- Ann Williams as Eunice Gardner Wyatt in November 1976
- Portrayed by: Marion Brash (1957–1961; 1969 temporary replacement); Ann Williams (1966–1976);
- Duration: 1957–1961, 1966–1976
- First appearance: 1957
- Last appearance: November 19, 1976
- Created by: Charles Gussman
- Introduced by: Roy Winsor (1957, 1966)

= Eunice Gardner Wyatt =

Eunice Wyatt (also Gardner, Twining and Martin) is a fictional character from the American soap opera Search for Tomorrow. The role was originated by Marion Brash from 1957 to 1961, and then portrayed by Ann Williams from 1966 until the character's death in November 1976.

==Portrayal==
The role of Eunice was originated by Marion Brash from 1957 to 1961, and then portrayed by Ann Williams from 1966 until the character's death on November 19, 1976.
Brash returned in 1969 as a temporary replacement for Williams, when she was on maternity leave.

==Storylines==
Introduced in 1957, Eunice is the sister of Joanne Gardner (Mary Stuart) and, at first, very selfish and neurotic. She has a brief affair with Jo's second husband, Arthur Tate (Terry O'Sullivan), and is so racked with guilt about it that she confesses everything to her sister. She next falls for Rex Twining (Laurence Hugo), who is involved with Arthur's wealthy aunt, Cornelia Simmons (Doris Dalton). When Cornelia is found dead, Eunice and Rex become suspects and flee for the Caribbean. Cornelia's housekeeper, Harriet Baxter (Vicki Viola), is later revealed to be the killer. Eunice leaves town in 1961.

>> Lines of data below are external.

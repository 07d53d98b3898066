"""Writes the tables of hardware-notes/single-faults.md and compares them with what is in the repository."""

import re
from pathlib import Path

NUMBER = re.compile(r"[-+]?\d+(?:\.\d+)?(?:e[-+]?\d+)?")


def group(results):
    """One row for all string elements that behave alike; every other fault has its own."""
    rows, seen = [], {}
    for result in results:
        match = re.fullmatch(r"RH\d+ (open|shorted)", result.fault.name)
        if not match:
            rows.append([result])
        elif match[1] in seen:
            seen[match[1]].append(result)
        else:
            seen[match[1]] = [result]
            rows.append(seen[match[1]])
    return rows


def _label(rows):
    name = rows[0].fault.name
    if len(rows) > 1:
        name = re.sub(r"RH\d+", f"any of RH1 to RH{len(rows)}", name)
    return plain_name(name)


def _amperes(value):
    for scale, unit in ((1e-3, "mA"), (1e-6, "µA"), (1e-9, "nA")):
        if value >= scale:
            return f"{value / scale:.1f} {unit}"
    return "< 1 nA"


def _reading(result, full_reading):
    if abs(result.reading_volts) >= 0.9999 * full_reading:
        return "over range" if result.reading_volts > 0 else "below range"
    if result.fault.unpowered:
        return "none"
    if abs(result.reading_volts) < 0.01 * result.true_volts:
        return f"**{result.reading_volts:.0f} V**".replace("-0 V", "0 V")
    return f"{result.reading_volts:.0f} V"


def fault_rows(results, healthy, full_reading, noticed):
    """Markdown rows of the single-fault table, worst of each group."""
    lines = ["| fault | pin highest | pin lowest | pin against supply | pin current | buffer input | tap peak | reading says | who notices |",
             "| --- | ---: | ---: | ---: | ---: | ---: | ---: | ---: | --- |"]
    for rows in group(results):
        first = max(rows, key=lambda r: abs(r.reading_volts - healthy.reading_volts))
        lines.append("| " + " | ".join([
            _label(rows),
            f"{max(r.pin_high_volts for r in rows):.2f} V",
            f"{min(r.pin_low_volts for r in rows):.2f} V".replace("-0.00", "0.00"),
            f"{max(r.over_supply_volts for r in rows):+.2f} V".replace("-0.00", "+0.00"),
            _amperes(max(r.pin_amperes for r in rows)),
            _amperes(max(r.buffer_amperes for r in rows)),
            f"{max(r.tap_volts for r in rows):.0f} V",
            _reading(first, full_reading),
            noticed(first, healthy, full_reading),
        ]) + " |")
    return lines


def hidden_rows(hidden, results, converter):
    """How many faults stay hidden, which, and every pair of hidden fault and violent event beyond a limit."""
    names = ", ".join(plain_name(fault.name) for fault in hidden)
    bad = [r for r in results if r.breaches(converter)]
    lines = [f"{len(hidden)} faults change the reading by less than the senses' comparison can see: {names}.", "",
             f"{len(results)} pairs tried, {len(bad)} beyond a limit" + ("." if not bad else ":")]
    if bad:
        lines += ["", "| hidden fault, then event | what is exceeded | tap peak |", "| --- | --- | ---: |"]
    return lines + [f"| {plain_name(r.fault.name)} | {'; '.join(r.breaches(converter))} | {r.tap_volts:.0f} V |" for r in bad]


def plain_name(name):
    """The part's name as the notes have it, without the letter that ngspice wants in front."""
    return name.replace("XGDT", "GDT")


def leakage_rows(rows):
    """Markdown rows of what a clamp's leakage does to the reading."""
    points = list(rows[0][1])
    lines = ["| clamp | " + " | ".join(f"error at {p:.0f} V" for p in points) + " | left after a straight-line calibration |",
             "| --- |" + " ---: |" * (len(points) + 1)]
    for title, errors, left in rows:
        lines.append(f"| {title} | " + " | ".join(f"{e:.3f} V".replace("-0.000", "0.000") for e in errors.values())
                     + f" | {left:.3f} V |")
    return lines


def replace(path, marker, lines):
    """Put `lines` between the markers of `path`."""
    text = Path(path).read_text()
    begin, end = f"<!-- {marker}:begin -->", f"<!-- {marker}:end -->"
    head, _, rest = text.partition(begin)
    _, _, tail = rest.partition(end)
    Path(path).write_text(f"{head}{begin}\n" + "\n".join(lines) + f"\n{end}{tail}")


def difference(path, marker, lines):
    """First difference between the stored table and `lines`, beyond rounding; None when they agree."""
    path = Path(path)
    if not path.exists():
        return f"{path.name} is missing"
    begin, end = f"<!-- {marker}:begin -->", f"<!-- {marker}:end -->"
    text = path.read_text()
    if begin not in text or end not in text:
        return f"{path.name} has no marks {begin} ... {end}"
    stored = text.split(begin, 1)[1].split(end, 1)[0].strip().splitlines()
    if len(stored) != len(lines):
        return f"{path.name} has {len(stored)} lines between its marks, {len(lines)} were computed"
    for old, new in zip(stored, lines):
        if not same(old, new):
            return f"{path.name} says\n  {old}\nbut ngspice gives\n  {new}"
    return None


def same(old, new):
    """Equal text, and numbers equal within 2 % (peaks of currents: 20 %) or one unit of their last digit."""
    if NUMBER.sub("#", old) != NUMBER.sub("#", new):
        return False
    for a, b in zip(NUMBER.finditer(old), NUMBER.finditer(new)):
        # How high a microsecond's peak comes out depends on the solver's steps, and they on its version.
        share = 0.2 if new[b.end():].startswith((" nA", " µA", " mA")) else 0.02
        last = 10.0 ** -max(len(text.partition(".")[2]) for text in (a[0], b[0]))
        if abs(float(a[0]) - float(b[0])) > max(1.01 * last, share * abs(float(b[0]))):
            return False
    return True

Eunice returns years later in 1966, having married and then divorced Rex. She is a lot nicer and not so selfish and unstable as before. She meets and marries lawyer Doug Martin (Ken Harvey), with whom she has a daughter named Suzi. Although Eunice is influenced by the women's liberation movement, she does her best to make her marriage work. After Doug dies, Eunice meets John Wyatt (Val Dufour) while working at a magazine that he owns. John and Eunice marry, but he had been seeing the unstable Jennifer Pace Phillips (Morgan Fairchild). Wanting John for herself and losing touch with reality, Jennifer confronts Eunice with a gun on November 19, 1976. She shoots Eunice in the back and kills her, hallucinating that John's voice told her to do it. John is put on trial for murder, but Jennifer is ultimately revealed to be the killer.